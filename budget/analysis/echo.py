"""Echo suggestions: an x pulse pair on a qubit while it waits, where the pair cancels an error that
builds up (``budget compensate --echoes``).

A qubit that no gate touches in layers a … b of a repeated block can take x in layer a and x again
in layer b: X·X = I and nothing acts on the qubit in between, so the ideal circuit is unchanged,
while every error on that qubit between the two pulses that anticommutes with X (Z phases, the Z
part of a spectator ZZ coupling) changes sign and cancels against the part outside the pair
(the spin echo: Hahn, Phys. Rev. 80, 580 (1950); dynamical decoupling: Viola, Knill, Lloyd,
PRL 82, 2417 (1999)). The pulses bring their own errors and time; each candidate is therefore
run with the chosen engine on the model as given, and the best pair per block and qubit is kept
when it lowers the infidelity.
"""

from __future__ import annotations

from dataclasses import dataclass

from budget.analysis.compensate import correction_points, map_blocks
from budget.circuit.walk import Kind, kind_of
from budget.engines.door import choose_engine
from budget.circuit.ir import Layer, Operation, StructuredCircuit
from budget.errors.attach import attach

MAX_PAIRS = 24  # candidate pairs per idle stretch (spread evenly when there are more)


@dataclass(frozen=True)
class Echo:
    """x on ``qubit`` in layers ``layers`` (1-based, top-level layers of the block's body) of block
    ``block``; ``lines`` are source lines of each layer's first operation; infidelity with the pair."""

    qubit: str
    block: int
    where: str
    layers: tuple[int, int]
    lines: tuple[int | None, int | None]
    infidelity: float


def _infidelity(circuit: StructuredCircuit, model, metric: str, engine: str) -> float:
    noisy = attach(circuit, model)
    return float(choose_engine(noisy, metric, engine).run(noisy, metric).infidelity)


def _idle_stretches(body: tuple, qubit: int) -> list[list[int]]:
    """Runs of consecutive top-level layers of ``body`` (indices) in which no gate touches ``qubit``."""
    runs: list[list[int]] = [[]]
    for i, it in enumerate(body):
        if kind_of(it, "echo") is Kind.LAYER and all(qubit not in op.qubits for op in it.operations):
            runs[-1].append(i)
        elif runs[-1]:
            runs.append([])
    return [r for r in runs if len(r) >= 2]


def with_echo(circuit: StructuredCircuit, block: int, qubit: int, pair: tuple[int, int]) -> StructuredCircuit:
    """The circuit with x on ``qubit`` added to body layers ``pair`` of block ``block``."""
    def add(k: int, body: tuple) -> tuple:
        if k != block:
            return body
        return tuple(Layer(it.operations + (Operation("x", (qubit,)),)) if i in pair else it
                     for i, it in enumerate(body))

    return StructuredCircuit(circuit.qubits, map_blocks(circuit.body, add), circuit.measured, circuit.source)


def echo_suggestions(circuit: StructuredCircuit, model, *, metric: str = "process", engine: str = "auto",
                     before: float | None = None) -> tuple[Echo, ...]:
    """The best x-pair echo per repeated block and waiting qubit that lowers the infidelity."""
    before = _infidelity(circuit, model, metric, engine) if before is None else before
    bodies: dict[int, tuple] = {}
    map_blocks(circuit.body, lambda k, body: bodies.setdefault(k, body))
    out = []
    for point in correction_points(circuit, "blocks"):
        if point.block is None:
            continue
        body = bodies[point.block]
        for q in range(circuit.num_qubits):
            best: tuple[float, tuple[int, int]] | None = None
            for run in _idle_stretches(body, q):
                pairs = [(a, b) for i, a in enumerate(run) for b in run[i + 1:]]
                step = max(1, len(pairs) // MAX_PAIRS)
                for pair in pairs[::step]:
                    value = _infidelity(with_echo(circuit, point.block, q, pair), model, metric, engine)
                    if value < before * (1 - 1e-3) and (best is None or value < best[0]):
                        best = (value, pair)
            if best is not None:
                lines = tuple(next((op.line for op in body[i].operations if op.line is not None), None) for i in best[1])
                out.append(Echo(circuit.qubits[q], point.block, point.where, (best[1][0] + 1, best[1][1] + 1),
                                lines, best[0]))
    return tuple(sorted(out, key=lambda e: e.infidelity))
☆ ☆ ☆ ☆ ☆
Give back each record above exactly as written.

filename budget/analysis/echo.py
"""Echo suggestions: an x pulse pair on a qubit while it waits, where the pair cancels an error that
builds up (``budget compensate --echoes``).

A qubit that no gate touches in layers a … b of a repeated block can take x in layer a and x again
in layer b: X·X = I and nothing acts on the qubit in between, so the ideal circuit is unchanged,
while every error on that qubit between the two pulses that anticommutes with X (Z phases, the Z
part of a spectator ZZ coupling) changes sign and cancels against the part outside the pair
(the spin echo: Hahn, Phys. Rev. 80, 580 (1950); dynamical decoupling: Viola, Knill, Lloyd,
PRL 82, 2417 (1999)). The pulses bring their own errors and time; each candidate is therefore
run with the chosen engine on the model as given, and the best pair per block and qubit is kept
when it lowers the infidelity.
"""

from __future__ import annotations

from dataclasses import dataclass

from budget.analysis.compensate import correction_points, map_blocks
from budget.circuit.walk import Kind, kind_of
from budget.engines.door import choose_engine
from budget.circuit.ir import Layer, Operation, StructuredCircuit
from budget.errors.attach import attach

MAX_PAIRS = 24  # candidate pairs per idle stretch (spread evenly when there are more)


@dataclass(frozen=True)
class Echo:
    """x on ``qubit`` in layers ``layers`` (1-based, top-level layers of the block's body) of block
    ``block``; ``lines`` are source lines of each layer's first operation; infidelity with the pair."""

    qubit: str
    block: int
    where: str
    layers: tuple[int, int]
    lines: tuple[int | None, int | None]
    infidelity: float


def _infidelity(circuit: StructuredCircuit, model, metric: str, engine: str) -> float:
    noisy = attach(circuit, model)
    return float(choose_engine(noisy, metric, engine).run(noisy, metric).infidelity)


def _idle_stretches(body: tuple, qubit: int) -> list[list[int]]:
    """Runs of consecutive top-level layers of ``body`` (indices) in which no gate touches ``qubit``."""
    runs: list[list[int]] = [[]]
    for i, it in enumerate(body):
        if kind_of(it, "echo") is Kind.LAYER and all(qubit not in op.qubits for op in it.operations):
            runs[-1].append(i)
        elif runs[-1]:
            runs.append([])
    return [r for r in runs if len(r) >= 2]


def with_echo(circuit: StructuredCircuit, block: int, qubit: int, pair: tuple[int, int]) -> StructuredCircuit:
    """The circuit with x on ``qubit`` added to body layers ``pair`` of block ``block``."""
    def add(k: int, body: tuple) -> tuple:
        if k != block:
            return body
        return tuple(Layer(it.operations + (Operation("x", (qubit,)),)) if i in pair else it
                     for i, it in enumerate(body))

    return StructuredCircuit(circuit.qubits, map_blocks(circuit.body, add), circuit.measured, circuit.source)


def echo_suggestions(circuit: StructuredCircuit, model, *, metric: str = "process", engine: str = "auto",
                     before: float | None = None) -> tuple[Echo, ...]:
    """The best x-pair echo per repeated block and waiting qubit that lowers the infidelity."""
    before = _infidelity(circuit, model, metric, engine) if before is None else before
    bodies: dict[int, tuple] = {}
    map_blocks(circuit.body, lambda k, body: bodies.setdefault(k, body))
    out = []
    for point in correction_points(circuit, "blocks"):
        if point.block is None:
            continue
        body = bodies[point.block]
        for q in range(circuit.num_qubits):
            best: tuple[float, tuple[int, int]] | None = None
            for run in _idle_stretches(body, q):
                pairs = [(a, b) for i, a in enumerate(run) for b in run[i + 1:]]
                step = max(1, len(pairs) // MAX_PAIRS)
                for pair in pairs[::step]:
                    value = _infidelity(with_echo(circuit, point.block, q, pair), model, metric, engine)
                    if value < before * (1 - 1e-3) and (best is None or value < best[0]):
                        best = (value, pair)
            if best is not None:
                lines = tuple(next((op.line for op in body[i].operations if op.line is not None), None) for i in best[1])
                out.append(Echo(circuit.qubits[q], point.block, point.where, (best[1][0] + 1, best[1][1] + 1),
                                lines, best[0]))
    return tuple(sorted(out, key=lambda e: e.infidelity))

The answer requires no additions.